The easy part is providing the priority queue.  You can simply use an array heap and sort the messages by their remaining time.  You can keep popping messages off the heap until you find one that hasn't run out of time.  At that point, the following messages have not exceeded their delay yet and should not be dispatched just yet.  Any simple resource on heaps, where the data is sorted by the time until dispatch should be sufficient.
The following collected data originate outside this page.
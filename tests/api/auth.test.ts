// Sign-in, sessions (cookie, expiry, sliding renewal), sign-out, sign-out everywhere,
// profile, password change, the Origin check, the sign-in rate limit and production rules.
import { eq } from 'drizzle-orm'
import request from 'supertest'
import { afterAll, beforeAll, describe, expect, it } from 'vitest'
import { authTokens, sessions, users } from '../../server/db/schema.ts'
import {
  Client,
  createUserWithPassword,
  demo,
  sessionCookieOf,
  signIn,
  startTestServer,
  TEST_PUBLIC_URL,
  type TestServer,
} from '../support/server.ts'

let server: TestServer

beforeAll(async () => {
  server = await startTestServer()
})
afterAll(async () => {
  await server?.close()
})

const sessionIdOf = (client: Client) => client.cookie!.split('=')[1]

describe('sign-in', () => {
  it('returns the session user and sets an HTTP-only SameSite=Lax cookie', async () => {
    const res = await new Client(server.app).post('/api/auth/sign-in', { email: demo.clientNorth, password: 'skyfurrow-demo' })
    expect(res.status).toBe(200)
    expect(res.body).toMatchObject({ email: demo.clientNorth, role: 'client', units: expect.any(String) })
    expect(res.body.farmIds.length).toBeGreaterThan(0)
    expect(res.body).not.toHaveProperty('passwordHash')
    const cookie = ([] as string[]).concat(res.headers['set-cookie'] as unknown as string[]).find((c) =>
      c.startsWith('skyfurrow_session='),
    )!
    expect(cookie).toMatch(/HttpOnly/i)
    expect(cookie).toMatch(/SameSite=Lax/i)
    expect(cookie).toMatch(/Path=\//)
    expect(cookie).not.toMatch(/Secure/i)
  })

  it('marks the cookie Secure when configured', async () => {
    const app = server.appWith({ cookieSecure: true })
    const res = await new Client(app).post('/api/auth/sign-in', { email: demo.office, password: 'skyfurrow-demo' })
    expect(res.status).toBe(200)
    expect(String(res.headers['set-cookie'])).toMatch(/Secure/)
  })

  it('accepts the e-mail in any case and with spaces around it', async () => {
    const res = await new Client(server.app).post('/api/auth/sign-in', {
      email: '  Office@Demo.Skyfurrow.TEST ',
      password: 'skyfurrow-demo',
    })
    expect(res.status).toBe(200)
    expect(res.body.email).toBe(demo.office)
  })

  it('refuses a wrong password or an unknown address with the same 401', async () => {
    const wrong = await new Client(server.app).post('/api/auth/sign-in', { email: demo.office, password: 'not-the-password' })
    const unknown = await new Client(server.app).post('/api/auth/sign-in', {
      email: 'nobody@example.test',
      password: 'not-the-password',
    })
    for (const res of [wrong, unknown]) {
      expect(res.status).toBe(401)
      expect(res.body.error.code).toBe('invalid_credentials')
      expect(sessionCookieOf(res)).toBeUndefined()
    }
    expect(wrong.body.error.message).toBe(unknown.body.error.message)
  })

  it('names the fields of a malformed sign-in', async () => {
    const res = await new Client(server.app).post('/api/auth/sign-in', { email: 'not-an-address', password: '' })
    expect(res.status).toBe(400)
    expect(res.body.error.code).toBe('invalid_input')
    expect(res.body.error.fields.email).toBe('Enter a valid e-mail address')
    expect(res.body.error.fields.password).toBe('Enter your password')
  })

  it('refuses demo accounts in production but not other accounts', async () => {
    const app = server.appWith({ nodeEnv: 'production' })
    const res = await new Client(app).post('/api/auth/sign-in', { email: demo.admin, password: 'skyfurrow-demo' })
    expect(res.status).toBe(403)
    expect(res.body.error.code).toBe('demo_disabled')
    const user = await createUserWithPassword(server, { role: 'office' })
    const ok = await new Client(app).post('/api/auth/sign-in', { email: user.email, password: user.password })
    expect(ok.status).toBe(200)
  })

  it('refuses deactivated users and users without a password', async () => {
    const user = await createUserWithPassword(server, { role: 'contractor' })
    await server.repos.users.update(user.id, { active: false })
    const res = await new Client(server.app).post('/api/auth/sign-in', { email: user.email, password: user.password })
    expect(res.status).toBe(401)
    await server.repos.users.update(user.id, { active: true, passwordHash: null })
    const res2 = await new Client(server.app).post('/api/auth/sign-in', { email: user.email, password: user.password })
    expect(res2.status).toBe(401)
  })

  it('records the time of the last sign-in', async () => {
    const user = await createUserWithPassword(server, { role: 'office' })
    const before = Date.now()
    await signIn(server.app, user.email, user.password)
    const row = await server.repos.users.findById(user.id)
    expect(row!.lastSignInAt!.getTime()).toBeGreaterThanOrEqual(before - 1000)
  })
})

describe('sessions', () => {
  it('GET /api/auth/me answers 401 without a session and the user with one', async () => {
    expect((await request(server.app).get('/api/auth/me')).status).toBe(401)
    const crew = await signIn(server.app, demo.contractor)
    const me = await crew.get('/api/auth/me')
    expect(me.status).toBe(200)
    expect(me.body).toMatchObject({ email: demo.contractor, role: 'contractor', farmIds: [] })
  })

  it('treats an unknown session cookie as signed out and clears it', async () => {
    const res = await new Client(server.app, 'skyfurrow_session=thisisnotasession').get('/api/auth/me')
    expect(res.status).toBe(401)
    expect(String(res.headers['set-cookie'])).toMatch(/skyfurrow_session=;/)
  })

  it('ends an expired session', async () => {
    const user = await createUserWithPassword(server, { role: 'office' })
    const client = await signIn(server.app, user.email, user.password)
    await server.database.db
      .update(sessions)
      .set({ expiresAt: new Date(Date.now() - 1000) })
      .where(eq(sessions.id, sessionIdOf(client)))
    expect((await client.get('/api/auth/me')).status).toBe(401)
    expect(await server.repos.sessions.countOf(user.id)).toBe(0)
  })

  it('renews a session that is past half its life and sets the cookie again', async () => {
    const user = await createUserWithPassword(server, { role: 'office' })
    const client = await signIn(server.app, user.email, user.password)
    const soon = new Date(Date.now() + 2 * 86_400_000)
    await server.database.db.update(sessions).set({ expiresAt: soon }).where(eq(sessions.id, sessionIdOf(client)))
    const res = await client.get('/api/auth/me')
    expect(res.status).toBe(200)
    expect(sessionCookieOf(res)).toBe(client.cookie)
    expect(String(res.headers['set-cookie'])).toMatch(/Max-Age=1209600/)
    const [row] = await server.database.db.select().from(sessions).where(eq(sessions.id, sessionIdOf(client)))
    expect(row.expiresAt.getTime()).toBeGreaterThan(Date.now() + 13 * 86_400_000)
    // A fresh session is not renewed on every request.
    expect(sessionCookieOf(await client.get('/api/auth/me'))).toBeUndefined()
  })

  it('removes expired sessions and stale link tokens after a sign-in', async () => {
    const user = await createUserWithPassword(server, { role: 'office' })
    const past = new Date(Date.now() - 60_000)
    await server.database.db.insert(sessions).values({ id: `expired${user.id}x`.padEnd(40, 'x'), userId: user.id, expiresAt: past })
    await server.database.db
      .insert(authTokens)
      .values({ userId: user.id, purpose: 'reset', tokenHash: `${user.id}`.padStart(64, 'e'), expiresAt: past })
    // A new app instance cleans up on its first sign-in (then at most once an hour).
    await signIn(server.appWith({}), user.email, user.password)
    const tokensOf = () => server.database.db.select().from(authTokens).where(eq(authTokens.userId, user.id))
    for (let i = 0; i < 100; i++) {
      if ((await server.repos.sessions.countOf(user.id)) === 1 && (await tokensOf()).length === 0) break
      await new Promise((r) => setTimeout(r, 20))
    }
    expect(await server.repos.sessions.countOf(user.id)).toBe(1)
    expect(await tokensOf()).toEqual([])
  })

  it('signs out: the session ends and the cookie is cleared', async () => {
    const user = await createUserWithPassword(server, { role: 'office' })
    const one = await signIn(server.app, user.email, user.password)
    const two = await signIn(server.app, user.email, user.password)
    const res = await one.post('/api/auth/sign-out')
    expect(res.status).toBe(204)
    expect(String(res.headers['set-cookie'])).toMatch(/skyfurrow_session=;/)
    expect((await one.get('/api/auth/me')).status).toBe(401)
    expect((await two.get('/api/auth/me')).status).toBe(200)
  })

  it('signs out everywhere: every session of the user ends', async () => {
    const user = await createUserWithPassword(server, { role: 'contractor' })
    const other = await createUserWithPassword(server, { role: 'contractor' })
    const one = await signIn(server.app, user.email, user.password)
    const two = await signIn(server.app, user.email, user.password)
    const bystander = await signIn(server.app, other.email, other.password)
    expect((await one.post('/api/auth/sign-out-everywhere')).status).toBe(204)
    expect((await one.get('/api/auth/me')).status).toBe(401)
    expect((await two.get('/api/auth/me')).status).toBe(401)
    expect((await bystander.get('/api/auth/me')).status).toBe(200)
  })

  it('ends the sessions of a user who is deactivated meanwhile', async () => {
    const user = await createUserWithPassword(server, { role: 'office' })
    const client = await signIn(server.app, user.email, user.password)
    await server.database.db.update(users).set({ active: false }).where(eq(users.id, user.id))
    expect((await client.get('/api/auth/me')).status).toBe(401)
    expect(await server.repos.sessions.countOf(user.id)).toBe(0)
  })
})

describe('profile and password', () => {
  it('updates name and units', async () => {
    const user = await createUserWithPassword(server, { role: 'office' })
    const client = await signIn(server.app, user.email, user.password)
    const res = await client.patch('/api/auth/me', { name: '  Renamed Person ', units: 'imperial' })
    expect(res.status).toBe(200)
    expect(res.body).toMatchObject({ name: 'Renamed Person', units: 'imperial', email: user.email })
    const bad = await client.patch('/api/auth/me', { name: '', units: 'furlongs' })
    expect(bad.status).toBe(400)
    expect(Object.keys(bad.body.error.fields).sort()).toEqual(['name', 'units'])
  })

  it('does not let the profile change role or e-mail', async () => {
    const user = await createUserWithPassword(server, { role: 'contractor' })
    const client = await signIn(server.app, user.email, user.password)
    const res = await client.patch('/api/auth/me', { role: 'admin', email: 'x@example.test' })
    expect(res.status).toBe(200)
    expect(res.body).toMatchObject({ role: 'contractor', email: user.email })
  })

  it('changes the password after checking the current one; other sessions end', async () => {
    const user = await createUserWithPassword(server, { role: 'office' })
    const current = await signIn(server.app, user.email, user.password)
    const other = await signIn(server.app, user.email, user.password)

    const wrong = await current.post('/api/auth/change-password', { currentPassword: 'nope-nope-nope', newPassword: 'brand-new-password' })
    expect(wrong.status).toBe(400)
    expect(wrong.body.error.fields.currentPassword).toBeTruthy()

    const short = await current.post('/api/auth/change-password', { currentPassword: user.password, newPassword: 'short' })
    expect(short.status).toBe(400)
    expect(short.body.error.fields.newPassword).toBe('Use at least 12 characters')
    // OWASP ASVS 4.0.3 V2.1.1: at least 12 characters (11 are refused).
    const eleven = await current.post('/api/auth/change-password', { currentPassword: user.password, newPassword: 'abcdefghijk' })
    expect(eleven.body.error.fields.newPassword).toBe('Use at least 12 characters')

    const ok = await current.post('/api/auth/change-password', { currentPassword: user.password, newPassword: 'brand-new-password' })
    expect(ok.status).toBe(204)
    expect((await current.get('/api/auth/me')).status).toBe(200)
    expect((await other.get('/api/auth/me')).status).toBe(401)
    expect((await new Client(server.app).post('/api/auth/sign-in', { email: user.email, password: user.password })).status).toBe(401)
    await signIn(server.app, user.email, 'brand-new-password')
  })
})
Except It Is Pool Allocated

In addition to your standard heap, we need to ensure our message data is safe.  To do this, when pushing our message we need to make a deep copy of our message data.  My implementation achieves this with a pool allocator.  The pool allocates space, the message data on the stack is memcopied to the newly allocated space, and the message struct which is copied into the queue has its data pointer readjusted to point to the data in the pool.  Popping the message does the usual heap manipulation and deallocates the message data from the pool.

Writing A Pool Allocator
Pool allocation might scare some people but it is one of the easiest custom memory allocators to roll yourself.    The idea is simple.  We have blocks of the same size kept in a buffer.  On init, every block goes into a "free list".  This is just a linked list of places in the pool that are currently unused.  When making an allocation we take the address (or offset) stored at the head of the "free list" and remove it from the free list.  When making a deallocation, we take the memory address/offset of the freed memory and add it to the free list.  This makes allocation and deallocation as fast as a linked list add/remove.  Of course, if we malloc these free list nodes it defeats the whole point of a custom memory allocator.  Therefore, we need to keep these nodes in the buffer itself.  This is not dangerous, since the free blocks are unused anyways. 

Listening For Queued Messages By Type
With the message queuing solved, we can somewhat trivially provide an interface that lets us register components/entities to listen for messages of a given type.  In addition to our existing queue, we can store a map that lets us efficiently look up all the listeners for a given message type.  Then when popping a message off the queue, we simply look up the linked list of listeners by its type, walk said list, and send the message to  every item in it.

Since I wanted to avoid virtual functions, I stored the type I needed to cast to in the nodes.  And yes, the nodes in the map should be pool allocated too.  

Other Implementations/Alternatives
- If you want to make things easier on yourself, you can use the unioned messaged data struct.  This will allow you to write an implementation that doesn't have to worry about any custom memory allocation.
-If you are less concerned about performance and more concerned about flexibility, you can have both components and entities derive from a "message receiver" class that has a virtual sendMessage function.  That way you don't need to store the receiver type yourself and worry about your type casts.
-You can forego the usage of an interface entirely and just use delegates/function pointers.
-You don't really need the message data size and time delay outside of the message queue itself.  This could be passed directly when queuing is needed and stored separately.  SoA would greatly improve data cache utilization when updating the remaining time on the message.